Serum Epstein-Barr virus DNA load in primary Epstein-Barr virus infection.

Author information

1
Division of Clinical Virology, Institute of Virology, Medical University Vienna, Allgemeines Krankenhaus 4P, Währinger Gürtel 18-20, A-1090 Vienna, Austria. Claudia.Bauer@meduniwien.ac.at

Abstract

Specific viral laboratory diagnosis of primary Epstein-Barr Virus (EBV) infection is usually based on antibody-detection assays. During acute, lytic phase of infection, viral DNA can also be detected in serum. In the present study, the diagnostic utility of EBV DNA detection and quantitation in serum in primary EBV infection was investigated. The level of EBV DNA in the serum of 98 immunocompetent patients aged 1-47 years with symptomatic, antibody-confirmed EBV primary infection was assessed using a quantitative real-time PCR assay. The association between viral load and time after onset of disease, age and clinical and laboratory data was investigated.

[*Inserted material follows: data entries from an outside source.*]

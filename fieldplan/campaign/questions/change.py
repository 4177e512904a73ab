"""``[objective.change]``: the change of the mean between two rounds at the same places."""

from collections.abc import Iterator
from typing import Annotated, Any, Literal

from pydantic import Field

from fieldplan.campaign.questions.mean_and_level import Chance
from fieldplan.campaign.questions.share import risk_problems
from fieldplan.campaign.table import PositiveNumber, Table, tables

MEANING = {
    "": "the change of the mean between two rounds at the same places",
    "difference": "the change that must not be missed",
    "direction": "which change counts",
    "alpha": "chance to claim a change where there is none",
    "beta": "chance to miss the change",
    "half_width": "tolerated distance from the change to the end of its interval",
    "sigma_of_differences": "standard deviation of the differences place by place",
    "correlation": "correlation between the two results of a place",
    "next_sigma": "standard deviation of single results in the other round; else the same",
    "assurance": "how sure it shall be that n is enough, though sigma is an estimate",
}


class Change(Table):
    """The change that matters or the width wanted, and the spread of the differences."""

    difference: PositiveNumber | None = None
    direction: Literal["either-way", "rise", "fall"] = "either-way"
    alpha: Chance | None = None
    beta: Chance | None = None
    half_width: PositiveNumber | None = None
    sigma_of_differences: PositiveNumber | None = None
    correlation: Annotated[float, Field(gt=-1, lt=1)] | None = None
    next_sigma: PositiveNumber | None = None
    assurance: Annotated[float, Field(ge=0.5, lt=1)] | Literal["plain"] = "plain"


def problems(table: dict[str, Any], data: dict[str, Any]) -> Iterator[tuple[str, str]]:
    """Give key and sentence for each rule that the table breaks.

    Parameters
    ----------
    table : dict
        ``[objective.change]`` as typed.
    data : dict
        The whole file.
    """
    yield from _of_the_target(table)
    yield from _of_the_spread(table, data)
    yield from risk_problems(table)


def _of_the_target(table: dict[str, Any]) -> Iterator[tuple[str, str]]:
    if ("difference" in table) == ("half_width" in table):
        got = "both" if "difference" in table else "neither"
        yield "difference", f"needs exactly one of difference and half_width (got {got}). Keep one."
    elif "difference" in table:
        for key in ("alpha", "beta"):
            if key not in table:
                yield key, "is missing: a difference needs alpha and beta, e.g. 0.05 and 0.2."
    else:
        for key in ("alpha", "beta", "direction"):
            if key in table:
                yield key, "belongs to difference; a half_width takes its confidence from [rules]."


def _of_the_spread(table: dict[str, Any], data: dict[str, Any]) -> Iterator[tuple[str, str]]:
    if ("sigma_of_differences" in table) == ("correlation" in table):
        got = "both" if "correlation" in table else "neither"
        yield (
            "sigma_of_differences",
            f"needs exactly one of sigma_of_differences and correlation (got {got}). Keep one.",
        )
    if "next_sigma" in table and "correlation" not in table:
        yield "next_sigma", "stands beside correlation. Write both, or neither."
    if "correlation" in table and not tables(data, "sigma"):
        yield "correlation", "needs the spread of a round. Write a [[sigma]] table."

Quantitative PCR detected EBV DNA in 93 of 98 samples (94.9%), and the measured viral loads ranged from 3.8 x 10(1) to 6.6 x 10(4) copies/ml. EBV DNA detection exhibited a sensitivity of 94.9% and a specificity of 97.4% for primary EBV infection. EBV DNA was always detectable until day 12 after onset of symptoms, whereas no further positive PCR results were found after a period of 22 days after onset of disease. Detection of EBV DNA also showed a clearer association with the clinical manifestation of disease than the presence of EBV specific VCA IgG antibodies of low avidity. EBV DNA load was found to correlate inversely with the time after onset of disease (P < 0.001), and higher viral load levels were detected in younger (P = 0.009) and in hospitalized patients (P = 0.038). The results indicate that real-time PCR is a reliable tool for diagnosis of primary EBV infection early in the course of disease. In addition, EBV DNA detection may serve as a useful diagnostic supplement in serologically indeterminate EBV infections.

PMID:
15543583
DOI:
10.1002/jmv.20237
[Indexed for MEDLINE]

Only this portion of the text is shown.